More in June

Today is the first Thursday of June which means it’s time to celebrate with an exciting walk through East London’s vibrant art scenes! This month’s route will take you on an exploration of four galleries in the East End. The walk will take 40 minutes going through Aldgate, Shoreditch and Haggerston. The meeting point for anyone interested in the printed copy of this route will be at Whitechapel Gallery.

Our first stop is Yamamoto Keiko Rochaix, at 19 Goulston St, London E1 7TP, for an exhibition titled “Le Long Voyage”, a snapshot of the captivating practice of Anthony Ngoya (b. 1995, FR), with a series of works, in-between painting and sculpture, from the artist’s ongoing internal search for identity. Celebrating familial bonds while questioning its essence, the French artist with Congolese background traces kinship links across various objects and images from personal archives to collective cultural memory. Being a second-generation French following his parents’ immigration and feeling confronted with ruptures, Ngoya created a family cosmogony by playing with the space of possibility with the gaps in his family history, with imagined links through the eyes and perspectives of different characters.

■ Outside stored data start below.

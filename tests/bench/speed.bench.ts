import type { Circuit } from '@/diagrams/document/circuit-schema'
import { noAlteration } from '@/diagrams/solver/alteration'
import { buildNetwork } from '@/diagrams/solver/build-network'
import { voltsAt } from '@/diagrams/solver/case'
import { netlistOf } from '@/diagrams/solver/settled-netlist'
import { harnessOfSize } from '../support/harness-of-size'
import { ngspiceSweepSeconds, solveBySparseLu } from './support/against'
import { argument } from './support/arguments'
import { median, processorMs } from './support/figures'
import { report, type Row } from './support/report'
import { Sweep } from './support/sweep'

/**
 * Speed against general solvers, on harnesses of n unknowns. Against sparse LU: one reading under every
 * fault of every branch at 21 severities, from an unfactored network to the last figure, and the same for
 * ten readings at once. Against ngspice: one resistor swept over 20,000 values on both sides, what comes
 * before the second value (reading the netlist there, locating the fault here) taken off on both. Processor
 * time, five rounds in turn in the same process, medians.
 */
const rounds = argument('rounds', 5)
const spicePoints = 20_000

for (const [unknowns, luGoal, spiceGoal] of [
  [200, 500, 150],
  [500, 1500, 500],
] as const) {
  const circuit = circuitOfUnknowns(unknowns)
  const sweep = new Sweep(circuit)
  const { network, alterations, points, count } = sweep
  const solvedWith = (alteration: (typeof alterations)[number], ohms: number) => {
    const given = sweep.caseOf(alteration)
    const solved = sweep.solve(given, ohms)
    return { solved, netlist: netlistOf(given, solved) }
  }
  const some = alterations.filter((_, i) => i % Math.ceil(alterations.length / 20) === 0)
  agree(some.map((alteration) => solvedWith(alteration, 3)))

  const netlists = some.map((alteration) => solvedWith(alteration, 5).netlist)
  const whole = solvedWith(noAlteration, 0).netlist
  const resistors = whole.elements.filter((e) => e.name.startsWith('wire:') && e.name.endsWith('/from'))
  const kept = points.map((point) => point + 1)
  for (let i = 0; i < 3; i++) {
    sweep.run(points)
    sweep.run(points.slice(0, 1))
    sweep.sweepOne(i, spicePoints, points.slice(0, 1))
    for (const netlist of netlists.slice(0, 3)) solveBySparseLu(netlist)
  }
  const [one, ten, lu, spice, swept]: number[][] = [[], [], [], [], []]
  for (let round = 0; round < rounds; round++) {
    one!.push(usOf(() => sweep.run(points.slice(3, 4))) / count)
    ten!.push(usOf(() => sweep.run(points)) / count)
    lu!.push((1000 * processorMs(() => netlists.forEach(solveBySparseLu))) / netlists.length)
    swept!.push(usOf(() => sweep.sweepOne(round * 37, spicePoints, points.slice(3, 4))) / spicePoints)
    const resistor = resistors[(round * 37) % resistors.length]!.name
    spice!.push((1e6 * ngspiceSweepSeconds(whole, resistor, [0.5, 1e5], spicePoints, kept)) / spicePoints)
  }
  const ratio = (theirs: number[], ours: number[]) => median(theirs.map((us, i) => us / ours[i]!))
  const row = (what: string, figure: number, goal: number, how: string): Row => ({
    what: `faster than ${what}`,
    goal: `≥ ${goal} times`,
    figure: `${figure.toFixed(0)} times`,
    met: figure >= goal,
    how: `n = ${network.size}, median of ${rounds}; ${how}`,
  })
  const us = (list: number[]) => `${median(list).toPrecision(3)} µs`
  report(`Guarded update against general solvers, n = ${unknowns}`, [
    {
      what: 'one fault at one severity, one reading',
      goal: '',
      figure: `${us(one!)} of a whole sweep, ${us(swept!)} of one resistor swept; ${us(lu!)} sparse LU, ${us(spice!)} ngspice`,
      met: null,
      how: `whole sweep: ${count} of them, ${circuit.title}`,
    },
    row(
      'mathjs sparse LU, each fault anew',
      ratio(lu!, one!),
      luGoal,
      `${ratio(lu!, ten!).toFixed(0)} times for ten readings at once`,
    ),
    row(
      'ngspice sweeping a resistor by .dc',
      ratio(spice!, swept!),
      spiceGoal,
      `${ratio(spice!, one!).toFixed(0)} times with the locating of every fault counted here and none of the reading there`,
    ),
  ])

  /** A speed means nothing where the figures differ. */
  function agree(some: ReturnType<typeof solvedWith>[]) {
    let worst = 0
    for (const { solved, netlist } of some) {
      const volts = solveBySparseLu(netlist)
      for (const point of points)
        worst = Math.max(worst, Math.abs(voltsAt(solved, point) - volts[point + 1]!))
    }
    console.log(`sparse LU and the update differ by ${worst.toExponential(1)} V at most`)
    if (worst > 1e-3) throw new Error('the two solvers disagree')
  }
}

/** Microseconds of one call, the mean of several. */
function usOf(work: () => void): number {
  const calls = 5
  const ms = processorMs(() => {
    for (let i = 0; i < calls; i++) work()
  })
  return (1000 * ms) / calls
}

/** The harness whose equations come nearest to so many unknowns. */
function circuitOfUnknowns(unknowns: number): Circuit {
  let best: { circuit: Circuit; off: number } | undefined
  for (let nodes = Math.round(unknowns / 6); nodes < unknowns / 2; nodes += 4) {
    const circuit = harnessOfSize(11, nodes)
    const off = Math.abs(buildNetwork(circuit).size - unknowns)
    if (!best || off < best.off) best = { circuit, off }
  }
  return best!.circuit
}
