import type { Mode } from '../document/sites'
import type { ModeAnswer } from './answer'
import type { Evidence } from './evidence'
import type { FaultModel } from './fault-model'
import type { Cell, Hypothesis } from './hypothesis'
import type { Posterior } from './posterior'

interface Entry extends ModeAnswer {
  /** Mass of the likeliest cell and of the likeliest set of blown fuses. */
  cellMass: number
  variantMass: number
  cell: Cell | null
  at: readonly [h: number, c: number]
}

/** The ways in which each site may be at fault, most probable first, with the most likely severity of each. */
export function modeAnswers(
  model: FaultModel,
  posterior: Posterior,
  evidence: Evidence,
): Map<string, ModeAnswer[]> {
  const bySite = new Map<string, Map<string, Entry>>()
  model.hypotheses.forEach((hypothesis, h) => {
    let entries = bySite.get(hypothesis.site)
    if (!entries) bySite.set(hypothesis.site, (entries = new Map()))
    const key = `${hypothesis.mode} ${hypothesis.other}`
    let entry = entries.get(key)
    if (!entry) entries.set(key, (entry = emptyEntry(hypothesis, h)))
    let variant = 0
    hypothesis.cells.forEach((cell, c) => {
      const mass = posterior.cells[h]![c]!
      variant += mass
      if (mass <= entry.cellMass) return
      entry.cellMass = mass
      entry.cell = cell
      entry.at = [h, c]
    })
    entry.probability += variant
    if (variant > entry.variantMass) {
      entry.variantMass = variant
      entry.blows = hypothesis.blows
    }
  })
  return new Map(
    [...bySite].map(([site, entries]) => [
      site,
      [...entries.values()]
        .toSorted((a, b) => b.probability - a.probability)
        .map(({ mode, probability, other, blows, cell, at }) => ({
          mode,
          probability,
          ohms: cell && hasOhms(mode) ? severityIn(cell, evidence.within?.(...at) ?? 0.5) : null,
          other,
          blows,
        })),
    ]),
  )
}

function emptyEntry({ mode, other, blows }: Hypothesis, h: number): Entry {
  return {
    mode,
    probability: 0,
    ohms: null,
    other,
    blows,
    cellMass: -1,
    variantMass: -1,
    cell: null,
    at: [h, 0],
  }
}

function severityIn({ low, high }: Cell, part: number): number {
  return low * (high / low) ** part
}

function hasOhms(mode: Mode): boolean {
  return mode === 'resistive' || mode.startsWith('short')
}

Moving along the walking route, we arrive at A.I. Gallery, located at 1a Tenter Ground, London E1 7NH. The exhibition “Hyphenate” features three female artists: Amy Bernstein (b. 1980, US), Betsy Bradley (b. 1992, UK), and Weixin Quek Chong (1988, Singapore). The show offers unique interpretations of language, exploring calligraphic and typographical elements, as well as logograms, through a diverse range of practices. Amy Bernstein has been dedicated for the last two decades to painting and writing, exploring the limitations of abstract languages and the possibilities of colour, while Weixin Quek Chong works with images, objects, audiovisual and performative elements drawing from interests in dichotomies between digital and organic, monumental and minuscule, human and nonhuman, and other constructed binaries. Betsy Bradley is a painter producing abstract compositions exploring how the act of painting can become an extension of the body and mind.

The journey continues to Autograph, situated at Rivington Pl, London EC2A 3BA. “Ajamu: The Patron Saint of Darkrooms” is a captivating exhibition showcasing the work of Ajamu (b. 1963, UK). For more than 30 years, the artist has unapologetically celebrated black queer bodies, the erotic sense and pleasure as activism. He has been at the forefront of genderqueer photography, challenging dominant ideas around masculinity, gender, sexuality and representation of black LGBTQ+ people in the United Kingdom. Ajamu’s evocative photographs present the lives and experiences of himself and those around him. From charged self-portraits to tender depictions of lovers, spirited images of friends to objects that his sitters use, The Patron Saint of Darkrooms foregrounds the community that has fostered an environment embracing the politics of pleasure. Since the 1980s, Ajamu has sought to use sensuality and desire as a creative practice, liberating representations of the black queer body.

Our final stop on tonight’s route is at Seventeen Gallery, at 270-276 Kingsland Rd, London E8 4DG. Here, you’ll have the opportunity to immerse yourself in the exhibition “Ripple,” the forth show of Rhys Coren (b. 1983, UK) at the gallery. The exhibition presents a collection of works from the artist’s eye-catching production, with a selection of rectangular paintings, relief paintings, marble works, and an animated piece, delving into a world of rhythm, color, visual delights and playful textures. Coren works across animation, writing, performance and painted marquetry and he credits the structures found in electronic dance music, jazz and disco as central to his work.